-- Description of the task --
Each line below must be printed exactly as it stands.

-- The data --

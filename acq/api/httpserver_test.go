package api

import (
	"bufio"
	"context"
	"net"
	"net/http"
	"testing"
	"time"
)

// TestNewHTTPServer: the timeouts are the ones asked for, and Shutdown ends
// a handler that streams until its request is cancelled, so it does not
// wait for its deadline.
func TestNewHTTPServer(t *testing.T) {
	started := make(chan struct{})
	h := http.HandlerFunc(func(w http.ResponseWriter, r *http.Request) {
		_ = http.NewResponseController(w).SetWriteDeadline(time.Time{})
		w.WriteHeader(http.StatusOK)
		_, _ = w.Write([]byte("open\n"))
		_ = http.NewResponseController(w).Flush()
		close(started)
		<-r.Context().Done()
	})
	srv := NewHTTPServer(context.Background(), h, DefaultHTTPTimeouts)
	for _, c := range []struct {
		name      string
		got, want time.Duration
	}{
		{"ReadHeaderTimeout", srv.ReadHeaderTimeout, 5 * time.Second},
		{"ReadTimeout", srv.ReadTimeout, 30 * time.Second},
		{"WriteTimeout", srv.WriteTimeout, 60 * time.Second},
		{"IdleTimeout", srv.IdleTimeout, 120 * time.Second},
	} {
		if c.got != c.want {
			t.Errorf("%s = %v, want %v", c.name, c.got, c.want)
		}
	}
	ln, err := net.Listen("tcp", "127.0.0.1:0")
	if err != nil {
		t.Fatal(err)
	}
	served := make(chan error, 1)
	go func() { served <- srv.Serve(ln) }()
	resp, err := http.Get("http://" + ln.Addr().String() + "/")
	if err != nil {
		t.Fatal(err)
	}
	defer resp.Body.Close()
	if line, err := bufio.NewReader(resp.Body).ReadString('\n'); err != nil || line != "open\n" {
		t.Fatalf("stream: %q %v", line, err)
	}
	<-started
	sctx, cancel := context.WithTimeout(context.Background(), 10*time.Second)
	defer cancel()
	if err := srv.Shutdown(sctx); err != nil {
		t.Errorf("Shutdown with a stream open: %v", err)
	}
	if err := <-served; err != http.ErrServerClosed {
		t.Errorf("Serve: %v", err)
	}
}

-- Response --
filename acq/api/httpserver_test.go
package api

import (
	"bufio"
	"context"
	"net"
	"net/http"
	"testing"
	"time"
)

// TestNewHTTPServer: the timeouts are the ones asked for, and Shutdown ends
// a handler that streams until its request is cancelled, so it does not
// wait for its deadline.
func TestNewHTTPServer(t *testing.T) {
	started := make(chan struct{})
	h := http.HandlerFunc(func(w http.ResponseWriter, r *http.Request) {
		_ = http.NewResponseController(w).SetWriteDeadline(time.Time{})
		w.WriteHeader(http.StatusOK)
		_, _ = w.Write([]byte("open\n"))
		_ = http.NewResponseController(w).Flush()
		close(started)
		<-r.Context().Done()
	})
	srv := NewHTTPServer(context.Background(), h, DefaultHTTPTimeouts)
	for _, c := range []struct {
		name      string
		got, want time.Duration
	}{
		{"ReadHeaderTimeout", srv.ReadHeaderTimeout, 5 * time.Second},
		{"ReadTimeout", srv.ReadTimeout, 30 * time.Second},
		{"WriteTimeout", srv.WriteTimeout, 60 * time.Second},
		{"IdleTimeout", srv.IdleTimeout, 120 * time.Second},
	} {
		if c.got != c.want {
			t.Errorf("%s = %v, want %v", c.name, c.got, c.want)
		}
	}
	ln, err := net.Listen("tcp", "127.0.0.1:0")
	if err != nil {
		t.Fatal(err)
	}
	served := make(chan error, 1)
	go func() { served <- srv.Serve(ln) }()
	resp, err := http.Get("http://" + ln.Addr().String() + "/")
	if err != nil {
		t.Fatal(err)
	}
	defer resp.Body.Close()
	if line, err := bufio.NewReader(resp.Body).ReadString('\n'); err != nil || line != "open\n" {
		t.Fatalf("stream: %q %v", line, err)
	}
	<-started
	sctx, cancel := context.WithTimeout(context.Background(), 10*time.Second)
	defer cancel()
	if err := srv.Shutdown(sctx); err != nil {
		t.Errorf("Shutdown with a stream open: %v", err)
	}
	if err := <-served; err != http.ErrServerClosed {
		t.Errorf("Serve: %v", err)
	}
}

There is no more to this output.